Tyrosine (Y14) phosphorylation of caveolin-1 represents a functional switch regulating the interaction of the scaffold protein with signaling partners in various cell types [60,61,62]. Our in vitro data demonstrated that the interaction between caveolin-1 and recoverin can be regulated by such phosphorylation, which diminishes the affinity of their signaling complex. Notably, in recoverin-expressing photoreceptor cells of the mature retina, caveolin-1 and P-caveolin-1 display different localization: the former is present in IS and cell bodies, whereas the latter is accumulated in OS [31]. Given the light-induced decrease in intracellular calcium and the associated translocation of recoverin from OS to IS (see Section 1), we can suggest that under normal conditions, a considerable part of recoverin will be bound to non-phosphorylated caveolin-1 in the IS. Yet, the retina is highly vulnerable to photo-oxidative stress, a crucial factor in AMD pathogenesis [22]. The stress will trigger the formation of dRec [34,35], which might be accelerated by an increased concentration of free zinc (see Figure 4B) characteristic of light-adapted photoreceptors [63]. These conditions might disturb the well-known mechanism of light-induced translocation of recoverin in photoreceptors [19] by retaining it in OS due to the increased affinity of dRec and other oxidized forms of the protein to P-caveolin-1. The ability of dRec to constitutively inhibit GRK1 in OS might slow down rhodopsin desensitization in the light, thereby further promoting oxidative stress and inducing apoptosis of photoreceptors (Figure 7), the major driving forces of AMD [5,35].
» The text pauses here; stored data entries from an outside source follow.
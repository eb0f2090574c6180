package client

import (
	"fmt"
	"math"

	"tautline/sim"
)

// LimitKind names the limit a joint target broke.
type LimitKind int

const (
	// LimitNotFinite: the target is NaN or infinite.
	LimitNotFinite LimitKind = iota
	// LimitPosition: the target is below the joint's lower or above its
	// upper position limit.
	LimitPosition
	// LimitVelocity: |q − q_prev| / tick exceeds the velocity limit.
	LimitVelocity
	// LimitAcceleration: |q − 2·q_prev + q_prev2| / tick² exceeds the
	// acceleration limit.
	LimitAcceleration
	numLimitKinds
)

func (k LimitKind) String() string {
	switch k {
	case LimitNotFinite:
		return "not finite"
	case LimitPosition:
		return "position"
	case LimitVelocity:
		return "velocity"
	case LimitAcceleration:
		return "acceleration"
	}
	return fmt.Sprintf("LimitKind(%d)", int(k))
}

// Violation is one broken limit of one joint target.
type Violation struct {
	Tick  uint64 // the tick_seq of the command
	Joint int    // index in cell joint order
	Name  string // "<arm>.<joint>"
	Kind  LimitKind
	// Value is the offending quantity (position, velocity or acceleration
	// in rad, rad/s, rad/s², or m-based for prismatic joints) and Limit the
	// bound it broke.
	Value, Limit float64
}

func (v Violation) String() string {
	if v.Kind == LimitNotFinite {
		return fmt.Sprintf("tick %d: joint %s target is %v", v.Tick, v.Name, v.Value)
	}
	return fmt.Sprintf("tick %d: joint %s %s %.6g beyond limit %.6g", v.Tick, v.Name, v.Kind, v.Value, v.Limit)
}

// LimitChecker checks a stream of joint targets, one per tick, against a
// cell's joint limits. It is deliberately independent of the daemon's
// guard (package mpc): plain arithmetic on the targets as the controller
// would execute them, so a guard bug shows up here as a counted violation.
//
// The checks, per joint i and tick k with period h:
//
//	lower ≤ q_k ≤ upper
//	|q_k − q_{k−1}| / h ≤ v_max
//	|q_k − 2·q_{k−1} + q_{k−2}| / h² ≤ a_max
//
// Each bound is allowed a slack of RoundingSlack relative to its size (at
// least RoundingSlack absolute), so a target exactly on a bound is not
// reported for the last bit of floating-point rounding.
type LimitChecker struct {
	limits  []sim.JointLimit
	periodS float64

	prev, prev2 []float64
	history     int // how many of prev, prev2 are valid (0, 1, 2)

	ticks      uint64
	counts     [numLimitKinds]int
	worst      []Violation // first few violations, for messages
	keepWorst  int
	violations int
}

// RoundingSlack is the relative slack the LimitChecker allows on every
// bound (common practice: a few thousand ulps of the quantity; the
// acceleration check divides by h², so q's last-bit rounding of 1e-16 rad
// becomes 1e-12 rad/s² at a 10 ms tick, far below this slack on any
// realistic limit).
const RoundingSlack = 1e-9

// NewLimitChecker returns a checker for limits with control period
// periodS. It panics if periodS is not positive.
func NewLimitChecker(limits []sim.JointLimit, periodS float64) *LimitChecker {
	if !(periodS > 0) || math.IsInf(periodS, 0) {
		panic("client: NewLimitChecker: period must be positive and finite")
	}
	n := len(limits)
	return &LimitChecker{
		limits:    append([]sim.JointLimit(nil), limits...),
		periodS:   periodS,
		prev:      make([]float64, n),
		prev2:     make([]float64, n),
		keepWorst: 20,
	}
}

// Seed sets the history to joints at rest at q (as after the arms settle):
// the next target's velocity and acceleration are measured from q with zero
// velocity.
func (c *LimitChecker) Seed(q []float64) {
	c.checkLen(q)
	copy(c.prev, q)
	copy(c.prev2, q)
	c.history = 2
}

// Check checks target q for tick and appends it to the history. It returns
// the number of limits q breaks (one joint can break several). Without
// history (no Seed, first call) only positions are checked; after one
// target, velocities too.
func (c *LimitChecker) Check(tick uint64, q []float64) int {
	c.checkLen(q)
	c.ticks++
	n := 0
	h := c.periodS
	for i, l := range c.limits {
		v := q[i]
		if math.IsNaN(v) || math.IsInf(v, 0) {
			n += c.add(Violation{Tick: tick, Joint: i, Name: l.Name, Kind: LimitNotFinite, Value: v})
			continue
		}
		if v < l.Lower-slack(l.Lower) {
			n += c.add(Violation{Tick: tick, Joint: i, Name: l.Name, Kind: LimitPosition, Value: v, Limit: l.Lower})
		} else if v > l.Upper+slack(l.Upper) {
			n += c.add(Violation{Tick: tick, Joint: i, Name: l.Name, Kind: LimitPosition, Value: v, Limit: l.Upper})
		}
		if c.history >= 1 {
			vel := (v - c.prev[i]) / h
			if math.Abs(vel) > l.MaxVelocity+slack(l.MaxVelocity) {
				n += c.add(Violation{Tick: tick, Joint: i, Name: l.Name, Kind: LimitVelocity, Value: vel, Limit: l.MaxVelocity})
			}
		}
		if c.history >= 2 {
			acc := (v - 2*c.prev[i] + c.prev2[i]) / (h * h)
			if math.Abs(acc) > l.MaxAccel+slack(l.MaxAccel) {
				n += c.add(Violation{Tick: tick, Joint: i, Name: l.Name, Kind: LimitAcceleration, Value: acc, Limit: l.MaxAccel})
			}
		}
	}
	copy(c.prev2, c.prev)
	copy(c.prev, q)
	if c.history < 2 {
		c.history++
	}
	return n
}

func slack(bound float64) float64 { return RoundingSlack * math.Max(1, math.Abs(bound)) }

func (c *LimitChecker) add(v Violation) int {
	c.counts[v.Kind]++
	c.violations++
	if len(c.worst) < c.keepWorst {
		c.worst = append(c.worst, v)
	}
	return 1
}

func (c *LimitChecker) checkLen(q []float64) {
	if len(q) != len(c.limits) {
		panic(fmt.Sprintf("client: LimitChecker: %d joint targets for %d joints", len(q), len(c.limits)))
	}
}

// Ticks is the number of targets checked.
func (c *LimitChecker) Ticks() uint64 { return c.ticks }

// Violations is the total number of broken limits counted.
func (c *LimitChecker) Violations() int { return c.violations }

// Count is the number of violations of kind k.
func (c *LimitChecker) Count(k LimitKind) int { return c.counts[k] }

// First returns the first violations found (at most 20), in order.
func (c *LimitChecker) First() []Violation { return c.worst }
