package client

import (
	"context"
	"errors"
	"io"
	"net"
	"testing"

	"google.golang.org/grpc"
	"google.golang.org/grpc/credentials/insecure"
	"google.golang.org/grpc/test/bufconn"

	pb "tautline/proto/tautline/v1"
)

// jumpyDaemon is a fake daemon that answers every observation with the
// measured joints, except that on tick jumpAt it moves joint 0 by jumpRad
// at once: a guard bug the simulated cell's independent check must see.
type jumpyDaemon struct {
	pb.UnimplementedCellControlServer
	jumpAt  uint64
	jumpRad float64
}

func (d *jumpyDaemon) LoadCue(context.Context, *pb.LoadCueRequest) (*pb.CueInfo, error) {
	return &pb.CueInfo{}, nil
}
func (d *jumpyDaemon) ArmCue(context.Context, *pb.ArmCueRequest) (*pb.CellStatus, error) {
	return &pb.CellStatus{}, nil
}
func (d *jumpyDaemon) Start(context.Context, *pb.StartRequest) (*pb.CellStatus, error) {
	return &pb.CellStatus{}, nil
}
func (d *jumpyDaemon) Stop(context.Context, *pb.StopRequest) (*pb.CellStatus, error) {
	return &pb.CellStatus{}, nil
}

func (d *jumpyDaemon) Drive(s grpc.BidiStreamingServer[pb.Observation, pb.Command]) error {
	for {
		obs, err := s.Recv()
		if errors.Is(err, io.EOF) {
			return nil
		}
		if err != nil {
			return err
		}
		q := append([]float64(nil), obs.GetMeasuredJointPositions()...)
		if obs.GetTickSeq() == d.jumpAt {
			q[0] += d.jumpRad
		}
		if err := s.Send(&pb.Command{TickSeq: obs.GetTickSeq(), Next: &pb.JointTargets{Positions: q}, State: pb.SessionState_SESSION_STATE_LIVE}); err != nil {
			return err
		}
	}
}

func TestRunSimCellCountsADaemonsViolation(t *testing.T) {
	lis := bufconn.Listen(1 << 20)
	srv := grpc.NewServer()
	// left.j1 of the demo cell: 0.05 rad in one 10 ms tick is 5 rad/s,
	// beyond its velocity limit, and 500 rad/s² from rest, beyond its
	// 3 rad/s² acceleration limit (the fake daemon then holds the new
	// position, a second acceleration violation as the joint stops).
	pb.RegisterCellControlServer(srv, &jumpyDaemon{jumpAt: 10, jumpRad: 0.05})
	go srv.Serve(lis)
	defer srv.Stop()
	conn, err := grpc.NewClient("passthrough:///bufnet",
		grpc.WithContextDialer(func(ctx context.Context, _ string) (net.Conn, error) { return lis.DialContext(ctx) }),
		grpc.WithTransportCredentials(insecure.NewCredentials()))
	if err != nil {
		t.Fatal(err)
	}
	defer conn.Close()
	cell, cue, csv := demoInputs(t)
	res, err := RunSimCell(context.Background(), New(conn), SimSettings{Cell: cell, Cue: cue, CueCSV: csv, Fast: true, DurationS: 0.3})
	if err != nil {
		t.Fatal(err)
	}
	c := res.Checker
	if c.Count(LimitVelocity) < 1 || c.Count(LimitAcceleration) < 1 {
		t.Fatalf("a 0.05 rad jump in one tick: velocity %d, acceleration %d violations; want both counted (%v)",
			c.Count(LimitVelocity), c.Count(LimitAcceleration), c.First())
	}
	if v := c.First()[0]; v.Tick != 10 || v.Name != "left.j1" {
		t.Errorf("first violation %v, want tick 10 on left.j1", v)
	}
}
In general, the increased affinity of oxidized recoverin to caveolin-1 could be related to the segregation function of the caveolae [64]. Indeed, oxidized monomer (C39D mutant) of recoverin and dRec are characterized by altered function, lower structural stability, and increased susceptibility to aggregation [34,35,37] and accumulation of these aberrant forms in photoreceptor caveolae/DRMs would segregate them from the reduced protein. Caveolin-1 is permanently utilized by the formation of 8S caveolar complexes followed by ubiquitination and proteasomal degradation [65]. Thus, the selective recognition and labeling of the oxidized forms of recoverin via interaction with caveolin-1 can mediate their recycling in the cell. Even so, the overload with these proteins of caveolae/DRMs of OS can trigger the rapid implementation of the abovementioned mechanism of photoreceptor apoptosis, promoting the development of AMD.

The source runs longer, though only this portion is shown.